[Stored items]
========================================

//! The cross-validation section of the report and the chart of
//! out-of-fold estimates against measured values (also written by
//! `mettle validate --svg`).

use super::{esc, figure, table};
use crate::chart::{padded, xy_svg, Line, Mark, Points, XyChart, BLUE, GREY};
use crate::error::Result;
use crate::validate::{Figure, TargetValidation, Validation};

/// `value ± se` with four significant figures.
pub fn with_se(f: &Figure) -> String {
    format!("{} ± {}", super::fmt(f.value), super::fmt(f.se))
}

/// Header of the table of cross-validated figures.
pub const FIGURE_HEADER: [&str; 8] = [
    "target",
    "n",
    "rmse",
    "mae",
    "r2",
    "nlpd",
    "coverage_68",
    "coverage_95",
];

/// One target's row of [`FIGURE_HEADER`].
pub fn figure_row(t: &TargetValidation) -> Vec<String> {
    vec![
        t.target.clone(),
        t.n.to_string(),
        with_se(&t.rmse),
        with_se(&t.mae),
        with_se(&t.r2),
        with_se(&t.nlpd),
        with_se(&t.coverage_68),
        with_se(&t.coverage_95),
    ]
}

/// Estimated against measured for the out-of-fold rows of the first repeat
/// (each row once), bars the central 95 % intervals.
///
/// # Errors
/// [`crate::Error::Plot`].
pub fn out_of_fold_svg(t: &TargetValidation) -> Result<String> {
    let rows: Vec<_> = t.rows.iter().filter(|r| r.repeat == 1).collect();
    let (lo, hi) = padded(
        rows.iter()
            .flat_map(|r| [r.measured, r.lo95, r.hi95].into_iter()),
    );
    let chart = XyChart {
        title: format!("Out-of-fold estimates against measured, {}", t.target),
        x_label: format!("measured {}", t.label),
        y_label: format!("estimated {}", t.label),
        points: vec![Points {
            label: "out-of-fold rows (95 % interval)".into(),
            xy: rows.iter().map(|r| (r.measured, r.mean)).collect(),
            y_err: rows.iter().map(|r| (r.lo95, r.hi95)).collect(),
            mark: Mark::Circle,
            colour: BLUE,
        }],
        lines: vec![Line {
            label: Some("estimate = measured".into()),
            xy: vec![(lo, lo), (hi, hi)],
            colour: GREY,
            dashed: false,
        }],
        x_range: Some((lo, hi)),
        y_range: Some((lo, hi)),
        ..Default::default()
    };
    xy_svg(&chart)
}

/// The report section: settings, the figures with their standard errors,
/// the relevance range over folds and the chart, per target.
///
/// # Errors
/// [`crate::Error::Plot`].
pub fn section(v: &Validation) -> Result<String> {
    let mut h = String::from("<section id=\"validation\">\n<h2>Cross-validation</h2>\n");
    h.push_str(&format!(
        "<p>{} rows of {} in {} folds{}{}, seed {}: each fold's model was trained as <code>train</code> trains on the other folds and estimated the rows it never saw. ± is the standard error over folds (folds share training rows, so it is if anything too small).</p>\n",
        v.n_rows,
        esc(&v.data_file),
        v.n_folds,
        if v.n_repeats > 1 { format!(", repeated {} times", v.n_repeats) } else { String::new() },
        v.group.as_ref().map_or(String::new(), |g| format!(
            ", rows with the same '{}' kept in one fold ({} groups)",
            esc(g),
            v.n_groups
        )),
        v.seed
    ));
    let rows: Vec<Vec<String>> = v.targets.iter().map(figure_row).collect();
    h.push_str(&table(&FIGURE_HEADER, &rows, Some("validation-figures")));
    for t in &v.targets {
        if let Some(rel) = &t.relevance {
            h.push_str(&format!(
                "<h3>{}: relevance over the folds</h3>\n",
                esc(&t.target)
            ));
            h.push_str(&super::spread::relevance_range_table(rel, "the folds"));
            h.push_str(&format!(
                "<p class=\"note\">{}</p>\n",
                esc(crate::explain::RELEVANCE_MEANING)
            ));
        }
        h.push_str(&figure(
            &format!("fig-validation-{}", super::id_part(&t.target)),
            &out_of_fold_svg(t)?,
            "Each mark is one row estimated by the fold model that never saw it: measured across, estimate up, the bar its central 95 % interval. This is what to expect on new heats like these; the estimates on training rows are optimistic.",
        ));
    }
    h.push_str("</section>\n");
    Ok(h)
}
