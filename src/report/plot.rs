//! SVG charts drawn with plotters: scatter and line charts with error bars
//! and shaded bands, and horizontal bar charts.
//!
//! # Style
//!
//! Marks differ in shape as well as colour, so no chart relies on colour
//! alone. The colours are this project's own pick of a blue and an orange
//! far apart in hue and lightness, a deep purple and a mid grey: pairs that
//! stay distinct under the common red–green colour-vision deficiencies
//! (blue against orange is the usual safe contrast; common practice, no
//! source). Grid lines are pale, text is near-black, fonts are the
//! viewer's sans-serif.

use plotters::coord::types::RangedCoordf64;
use plotters::prelude::*;

use crate::error::{Error, Result};

/// Near-black for text and axes.
pub const INK: RGBColor = RGBColor(0x26, 0x26, 0x2b);
/// Pale grid lines.
pub const GRID: RGBColor = RGBColor(0xe3, 0xe3, 0xe8);
/// First series: training rows, candidates.
pub const BLUE: RGBColor = RGBColor(0x1f, 0x5f, 0xa8);
/// Second series: held-out rows, chosen members.
pub const ORANGE: RGBColor = RGBColor(0xe0, 0x7b, 0x14);
/// Third series.
pub const PURPLE: RGBColor = RGBColor(0x5b, 0x2a, 0x86);
/// Reference lines (the diagonal, zero).
pub const GREY: RGBColor = RGBColor(0x8a, 0x8a, 0x8a);

/// Size of every chart, pixels.
pub const SIZE: (u32, u32) = (640, 420);

/// The shape of a series' marks.
#[derive(Clone, Copy, Debug, PartialEq, Eq)]
pub enum Mark {
    /// Filled circle.
    Circle,
    /// Open triangle.
    Triangle,
    /// Cross.
    Cross,
}

/// Points, optionally with vertical error bars.
#[derive(Clone, Debug, PartialEq)]
pub struct Points {
    /// Legend text.
    pub label: String,
    /// (x, y) per point.
    pub xy: Vec<(f64, f64)>,
    /// (lower, upper) of the error bar per point; empty for none.
    pub y_err: Vec<(f64, f64)>,
    /// Shape of the marks.
    pub mark: Mark,
    /// Colour.
    pub colour: RGBColor,
}

/// A polyline.
#[derive(Clone, Debug, PartialEq)]
pub struct Line {
    /// Legend text; `None` keeps it out of the legend.
    pub label: Option<String>,
    /// Vertices.
    pub xy: Vec<(f64, f64)>,
    /// Colour.
    pub colour: RGBColor,
}

/// A shaded band between a lower and an upper curve.
#[derive(Clone, Debug, PartialEq)]
pub struct Band {
    /// Legend text.
    pub label: String,
    /// (x, lower, upper) per vertex.
    pub x_lo_hi: Vec<(f64, f64, f64)>,
    /// Colour (drawn pale).
    pub colour: RGBColor,
}

/// A chart on two numeric axes.
#[derive(Clone, Debug, Default, PartialEq)]
pub struct XyChart {
    /// Title.
    pub title: String,
    /// x-axis label, with its unit.
    pub x_label: String,
    /// y-axis label, with its unit.
    pub y_label: String,
    /// Point series.
    pub points: Vec<Points>,
    /// Lines.
    pub lines: Vec<Line>,
    /// Bands.
    pub bands: Vec<Band>,
    /// Fixed x range; by default the data's, padded.
    pub x_range: Option<(f64, f64)>,
    /// Fixed y range; by default the data's, padded.
    pub y_range: Option<(f64, f64)>,
}

fn plot_error(e: impl std::fmt::Display) -> Error {
    Error::Plot {
        message: e.to_string(),
    }
}

/// The range of `values` widened by 5 % on each side; a single value gets
/// ±1 (or ±10 % of itself); no finite value gives 0..1.
pub fn padded(values: impl Iterator<Item = f64>) -> (f64, f64) {
    let (lo, hi) = values
        .filter(|v| v.is_finite())
        .fold((f64::INFINITY, f64::NEG_INFINITY), |(a, b), v| {
            (a.min(v), b.max(v))
        });
    if !lo.is_finite() {
        return (0.0, 1.0);
    }
    let w = hi - lo;
    if w <= 0.0 {
        let d = if lo.abs() > 0.0 { 0.1 * lo.abs() } else { 1.0 };
        return (lo - d, hi + d);
    }
    (lo - 0.05 * w, hi + 0.05 * w)
}

/// A tick label: short, no long decimal tails.
fn tick(v: f64) -> String {
    let a = v.abs();
    if a == 0.0 {
        "0".into()
    } else if !(1e-3..1e5).contains(&a) {
        format!("{v:.1e}")
    } else if a >= 100.0 {
        format!("{v:.0}")
    } else if a >= 1.0 {
        format!("{v:.2}")
            .trim_end_matches('0')
            .trim_end_matches('.')
            .to_string()
    } else {
        format!("{v:.3}")
            .trim_end_matches('0')
            .trim_end_matches('.')
            .to_string()
    }
}

/// Inline SVG: the namespace attribute is dropped (an inline `<svg>` in
/// HTML needs none, and the report then holds no URL at all).
fn inline(svg: String) -> String {
    svg.replacen(" xmlns=\"http://www.w3.org/2000/svg\"", "", 1)
}

type Chart2d<'a, 'b> =
    ChartContext<'a, SVGBackend<'b>, Cartesian2d<RangedCoordf64, RangedCoordf64>>;

fn draw_marks<'a, 'b: 'a>(chart: &mut Chart2d<'a, 'b>, p: &Points) -> Result<()> {
    let c = p.colour;
    if !p.y_err.is_empty() {
        chart
            .draw_series(p.xy.iter().zip(&p.y_err).map(|(&(x, _), &(lo, hi))| {
                PathElement::new(vec![(x, lo), (x, hi)], c.mix(0.45).stroke_width(1))
            }))
            .map_err(plot_error)?;
    }
    let pts = p.xy.iter().copied();
    let series = match p.mark {
        Mark::Circle => chart
            .draw_series(pts.map(|xy| Circle::new(xy, 3, c.mix(0.8).filled())))
            .map_err(plot_error)?,
        Mark::Triangle => chart
            .draw_series(pts.map(|xy| TriangleMarker::new(xy, 4, c.stroke_width(1))))
            .map_err(plot_error)?,
        Mark::Cross => chart
            .draw_series(pts.map(|xy| Cross::new(xy, 3, c.stroke_width(2))))
            .map_err(plot_error)?,
    };
    let mark = p.mark;
    series.label(p.label.clone()).legend(move |(x, y)| {
        let at = (x + 8, y);
        match mark {
            Mark::Circle => Circle::new(at, 3, c.filled()).into_dyn(),
            Mark::Triangle => TriangleMarker::new(at, 4, c.stroke_width(1)).into_dyn(),
            Mark::Cross => Cross::new(at, 3, c.stroke_width(2)).into_dyn(),
        }
    });
    Ok(())
}

/// Draw `c` as an SVG document.
///
/// # Errors
/// [`Error::Plot`] when plotters fails (never for finite data).
pub fn xy_svg(c: &XyChart) -> Result<String> {
    let xs = c
        .points
        .iter()
        .flat_map(|p| p.xy.iter().map(|v| v.0))
        .chain(c.lines.iter().flat_map(|l| l.xy.iter().map(|v| v.0)))
        .chain(c.bands.iter().flat_map(|b| b.x_lo_hi.iter().map(|v| v.0)));
    let (x0, x1) = c.x_range.unwrap_or_else(|| padded(xs));
    let ys = c
        .points
        .iter()
        .flat_map(|p| {
            p.xy.iter()
                .map(|v| v.1)
                .chain(p.y_err.iter().flat_map(|e| [e.0, e.1]))
        })
        .chain(c.lines.iter().flat_map(|l| l.xy.iter().map(|v| v.1)))
        .chain(
            c.bands
                .iter()
                .flat_map(|b| b.x_lo_hi.iter().flat_map(|v| [v.1, v.2])),
        );
    let (y0, y1) = c.y_range.unwrap_or_else(|| padded(ys));
    let mut svg = String::new();
    {
        let root = SVGBackend::with_string(&mut svg, SIZE).into_drawing_area();
        root.fill(&WHITE).map_err(plot_error)?;
        let mut chart = ChartBuilder::on(&root)
            .caption(&c.title, ("sans-serif", 17).into_font().color(&INK))
            .margin(14)
            .x_label_area_size(48)
            .y_label_area_size(72)
            .build_cartesian_2d(x0..x1, y0..y1)
            .map_err(plot_error)?;
        chart
            .configure_mesh()
            .x_desc(c.x_label.as_str())
            .y_desc(c.y_label.as_str())
            .axis_desc_style(("sans-serif", 14).into_font().color(&INK))
            .label_style(("sans-serif", 12).into_font().color(&INK))
            .axis_style(INK.mix(0.7))
            .bold_line_style(GRID)
            .light_line_style(TRANSPARENT)
            .x_labels(7)
            .y_labels(7)
            .x_label_formatter(&|v| tick(*v))
            .y_label_formatter(&|v| tick(*v))
            .draw()
            .map_err(plot_error)?;
        for b in &c.bands {
            let mut outline: Vec<(f64, f64)> = b.x_lo_hi.iter().map(|v| (v.0, v.1)).collect();
            outline.extend(b.x_lo_hi.iter().rev().map(|v| (v.0, v.2)));
            let colour = b.colour;
            chart
                .draw_series(std::iter::once(Polygon::new(
                    outline,
                    colour.mix(0.16).filled(),
                )))
                .map_err(plot_error)?
                .label(b.label.clone())
                .legend(move |(x, y)| {
                    Rectangle::new([(x, y - 5), (x + 16, y + 5)], colour.mix(0.16).filled())
                });
        }
        for l in &c.lines {
            let colour = l.colour;
            let s = chart
                .draw_series(std::iter::once(PathElement::new(
                    l.xy.clone(),
                    colour.stroke_width(2),
                )))
                .map_err(plot_error)?;
            if let Some(label) = &l.label {
                s.label(label.clone()).legend(move |(x, y)| {
                    PathElement::new(vec![(x, y), (x + 16, y)], colour.stroke_width(2))
                });
            }
        }
        for p in &c.points {
            draw_marks(&mut chart, p)?;
        }
        chart
            .configure_series_labels()
            .position(SeriesLabelPosition::UpperLeft)
            .background_style(WHITE.mix(0.85))
            .border_style(GRID)
            .label_font(("sans-serif", 12).into_font().color(&INK))
            .draw()
            .map_err(plot_error)?;
        root.present().map_err(plot_error)?;
    }
    Ok(inline(svg))
}

/// A horizontal bar chart of `values` (0 to `x_max`), the first name at
/// the top.
///
/// # Errors
/// [`Error::Plot`] when plotters fails.
pub fn bar_svg(
    title: &str,
    x_label: &str,
    names: &[String],
    values: &[f64],
    x_max: f64,
) -> Result<String> {
    let d = names.len().max(1);
    let longest = names.iter().map(|n| n.chars().count()).max().unwrap_or(4);
    let label_width = (24 + 7 * longest).min(280) as u32;
    let height = (90 + 26 * d as u32).max(200);
    let mut svg = String::new();
    {
        let root = SVGBackend::with_string(&mut svg, (SIZE.0, height)).into_drawing_area();
        root.fill(&WHITE).map_err(plot_error)?;
        let mut chart = ChartBuilder::on(&root)
            .caption(title, ("sans-serif", 17).into_font().color(&INK))
            .margin(14)
            .x_label_area_size(48)
            .y_label_area_size(label_width)
            .build_cartesian_2d(0.0..x_max, (0..d).into_segmented())
            .map_err(plot_error)?;
        let at = |v: &SegmentValue<usize>| match v {
            SegmentValue::CenterOf(i) if *i < names.len() => names[names.len() - 1 - i].clone(),
            _ => String::new(),
        };
        chart
            .configure_mesh()
            .x_desc(x_label)
            .axis_desc_style(("sans-serif", 14).into_font().color(&INK))
            .label_style(("sans-serif", 12).into_font().color(&INK))
            .axis_style(INK.mix(0.7))
            .bold_line_style(GRID)
            .light_line_style(TRANSPARENT)
            .disable_y_mesh()
            .y_labels(d)
            .x_labels(6)
            .x_label_formatter(&|v| tick(*v))
            .y_label_formatter(&at)
            .draw()
            .map_err(plot_error)?;
        chart
            .draw_series(values.iter().enumerate().map(|(k, &v)| {
                let i = names.len() - 1 - k;
                let mut bar = Rectangle::new(
                    [
                        (0.0, SegmentValue::Exact(i)),
                        (v, SegmentValue::Exact(i + 1)),
                    ],
                    BLUE.mix(0.85).filled(),
                );
                bar.set_margin(4, 4, 0, 0);
                bar
            }))
            .map_err(plot_error)?;
        root.present().map_err(plot_error)?;
    }
    Ok(inline(svg))
}

#[cfg(test)]
mod tests {
    use super::*;

    #[test]
    fn padding_and_degenerate_ranges() {
        assert_eq!(padded([0.0, 10.0].into_iter()), (-0.5, 10.5));
        assert_eq!(padded([5.0].into_iter()), (4.5, 5.5));
        assert_eq!(padded([f64::NAN].into_iter()), (0.0, 1.0));
    }

    #[test]
    fn charts_are_svg_without_urls() {
        let c = XyChart {
            title: "t".into(),
            x_label: "x (mm)".into(),
            y_label: "y (MPa)".into(),
            points: vec![Points {
                label: "rows".into(),
                xy: vec![(0.0, 1.0), (1.0, 2.0)],
                y_err: vec![(0.5, 1.5), (1.5, 2.5)],
                mark: Mark::Triangle,
                colour: BLUE,
            }],
            ..Default::default()
        };
        let svg = xy_svg(&c).expect("drawn");
        assert!(svg.starts_with("<svg") && svg.trim_end().ends_with("</svg>"));
        assert!(svg.contains("x (mm)") && !svg.contains("http"));
        let bars = bar_svg(
            "r",
            "relevance",
            &["a".into(), "b".into()],
            &[1.0, 0.2],
            1.05,
        )
        .expect("drawn");
        assert!(bars.contains("relevance") && !bars.contains("http"));
    }
}
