//! The summary that opens the report: per target the rows, the accuracy
//! with its unit, the coverage, the noise level, the main inputs and a
//! one-line verdict on the error bars.

use super::effects::main_inputs;
use super::{esc, Ctx};
use crate::fixedmath::FixedMath;

/// A value to three significant digits, for the summary.
fn sig3(v: f64) -> String {
    if !v.is_finite() || v == 0.0 {
        return format!("{v}");
    }
    let d = (2 - v.abs().log10_fixed().floor() as i32).max(0) as usize;
    format!("{v:.d$}")
}
use crate::explain::CalibrationPoint;

/// Rows below which a calibration curve is too noisy to judge (the
/// binomial sd of a 95 % level is then above 5 points; common practice,
/// no source).
const MIN_ROWS_TO_JUDGE: usize = 20;

/// A one-line verdict on a calibration curve: honest when every level's
/// observed share lies within 2 binomial sd of its nominal share;
/// otherwise the level furthest out, too narrow or too wide.
pub fn calibration_verdict(curve: &[CalibrationPoint]) -> String {
    let Some(first) = curve.first() else {
        return "no rows to judge".into();
    };
    if first.n < MIN_ROWS_TO_JUDGE {
        return format!("{} rows: too few to judge the error bars", first.n);
    }
    let z = |c: &CalibrationPoint| (c.observed - c.nominal) / c.binomial_sd.max(1e-12);
    let worst = curve
        .iter()
        .max_by(|a, b| z(a).abs().total_cmp(&z(b).abs()))
        .unwrap_or(first);
    let pct = |v: f64| format!("{:.0} %", 100.0 * v);
    if z(worst).abs() <= 2.0 {
        "honest: every level within 2 binomial sd of its nominal coverage".into()
    } else if worst.observed < worst.nominal {
        format!(
            "too narrow: the central {} interval holds {} of rows",
            pct(worst.nominal),
            pct(worst.observed)
        )
    } else {
        format!(
            "too wide: the central {} interval holds {} of rows",
            pct(worst.nominal),
            pct(worst.observed)
        )
    }
}

/// The summary table.
pub(super) fn summary_section(ctx: &Ctx<'_>) -> String {
    let mut s = String::from("<table id=\"summary-table\">\n<tr><th>target</th><th>training rows</th><th>judged on</th><th>RMSE</th><th>inside the 95 % interval</th><th>noise sd</th><th>main inputs</th><th>error bars</th></tr>\n");
    for (k, t) in ctx.card.targets.iter().enumerate() {
        let u = super::unit_of(ctx.model, &t.name);
        let ps = ctx.parts(k);
        // held-out rows judge best; the training rows when there are too
        // few of them to judge the error bars
        let judged = ps
            .iter()
            .rev()
            .find(|p| p.rows.rows.len() >= MIN_ROWS_TO_JUDGE)
            .or(ps.last());
        let (on, rmse, cover, verdict) =
            match judged.and_then(|p| p.rows.evaluation().map(|e| (p, e))) {
                Some((p, e)) => (
                    format!("{} {}", e.n, p.name),
                    format!("{} {u}", sig3(e.rmse)),
                    format!("{:.0} %", 100.0 * e.coverage_95),
                    calibration_verdict(&p.rows.calibration()),
                ),
                None => ("no table given".into(), "—".into(), "—".into(), "—".into()),
            };
        s.push_str(&format!(
            "<tr><td>{}</td><td>{}</td><td>{}</td><td>{}</td><td>{}</td><td>{} {}</td><td>{}</td><td>{}</td></tr>\n",
            esc(&t.name),
            t.n_rows,
            esc(&on),
            esc(&rmse),
            esc(&cover),
            sig3(t.noise_sd),
            esc(&u),
            esc(&main_inputs(ctx, k).join(", ")),
            esc(&verdict)
        ));
    }
    s.push_str("</table>\n");
    s
}

#[cfg(test)]
mod tests {
    use super::*;

    fn point(nominal: f64, observed: f64, n: usize) -> CalibrationPoint {
        CalibrationPoint {
            nominal,
            observed,
            n,
            binomial_sd: (nominal * (1.0 - nominal) / n as f64).sqrt(),
        }
    }

    #[test]
    fn verdicts_follow_the_binomial_band() {
        // 400 rows: the 95 % level's binomial sd is √(0.95·0.05/400) ≈ 1.1 %
        assert!(
            calibration_verdict(&[point(0.5, 0.52, 400), point(0.95, 0.94, 400)])
                .starts_with("honest")
        );
        let v = calibration_verdict(&[point(0.5, 0.5, 400), point(0.95, 0.88, 400)]);
        assert!(
            v.starts_with("too narrow") && v.contains("95 %") && v.contains("88 %"),
            "{v}"
        );
        assert!(calibration_verdict(&[point(0.68, 0.85, 400)]).starts_with("too wide"));
        assert!(calibration_verdict(&[point(0.5, 0.1, 8)]).contains("too few"));
    }
}
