fn to_table(layout: &Layout, batches: &[Batch]) -> String {
    let unit_of = |c: &Column| c.unit.map_or(String::new(), |u| format!(" [{u}]"));
    let lead = |h: &mut Vec<String>| {
        h.push("row".into());
        if let Some(c) = &layout.id_column {
            h.push(c.clone());
        }
        h.push("domain".into());
    };
    let rows: Vec<(usize, Option<&str>, &RowPrediction)> = batches
        .iter()
        .flat_map(|b| {
            b.rows
                .iter()
                .enumerate()
                .map(move |(i, r)| (b.first_row + i + 1, b.label(i), r))
        })
        .collect();
    let lead_cells = |number: usize, label: Option<&str>, r: &RowPrediction| {
        let mut cells = vec![number.to_string()];
        if let Some(l) = label {
            cells.push(l.to_string());
        }
        cells.push(if r.in_domain { "in" } else { "OUT" }.to_string());
        cells
    };
    let groups: Vec<Vec<usize>> = if layout.wide {
        vec![(0..layout.cols.len()).collect()]
    } else {
        (0..layout.cols.len()).map(|k| vec![k]).collect()
    };
    let mut out = String::new();
    for group in groups {
        let names: Vec<String> = group
            .iter()
            .map(|&k| format!("{}{}", layout.cols[k].name, unit_of(&layout.cols[k])))
            .collect();
        out.push_str(&format!(
            "{}estimates of {} (sd = noise + model uncertainty; lo95..hi95 = central 95 % interval)\n",
            if out.is_empty() { "" } else { "\n" },
            names.join(", ")
        ));
        for &k in &group {
            let c = &layout.cols[k];
            if c.kind != IntervalKind::Normal {
                out.push_str(&format!("{}: {}\n", c.name, c.kind.describe()));
            }
        }
        let mut h = Vec::new();
        lead(&mut h);
        for &k in &group {
            let c = &layout.cols[k];
            for f in [centre_name(c), "sd", "lo95", "hi95"] {
                h.push(if group.len() == 1 {
                    f.to_string()
                } else {
                    format!("{}_{f}", c.name)
                });
            }
        }
        let body: Vec<Vec<String>> = rows
            .iter()
            .map(|&(number, label, r)| {
                let mut cells = lead_cells(number, label, r);
                for &k in &group {
                    let (c, e) = (&layout.cols[k], &r.estimates[k]);
                    cells.extend([centre(c, e), e.sd, e.lo95, e.hi95].iter().map(|v| num(*v)));
                }
                cells
            })
            .collect();
        out.push_str(&aligned(&h, &body));
    }
    let noted: Vec<String> = rows
        .iter()
        .filter(|(_, _, r)| !r.notes.is_empty())
        .map(|&(number, label, r)| {
            wrap(
                &format!(
                    "  row {number}{}: {}",
                    label.map_or(String::new(), |l| format!(" ({l})")),
                    if r.in_domain { "" } else { "OUT: " },
                ),
                &r.notes.join("; "),
                4,
            )
        })
        .collect();
    if !noted.is_empty() {
        out.push_str("\nnotes:\n");
        out.extend(noted);
    }
    out
}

========================================

Directions for this task. What you return must be the lines above that run from the line with "single value gets" to the line with "let d = if lo.abs()", inclusive, each copied exactly.

Response area.
/// The range of `values` widened by 5 % on each side; a single value gets
/// ±1 (or ±10 % of itself); no finite value gives 0..1.
pub fn padded(values: impl Iterator<Item = f64>) -> (f64, f64) {
    let (lo, hi) = values
        .filter(|v| v.is_finite())
        .fold((f64::INFINITY, f64::NEG_INFINITY), |(a, b), v| {
            (a.min(v), b.max(v))
        });
    if !lo.is_finite() {
        return (0.0, 1.0);
    }
    let w = hi - lo;
    if w <= 0.0 {
        let d = if lo.abs() > 0.0 { 0.1 * lo.abs() } else { 1.0 };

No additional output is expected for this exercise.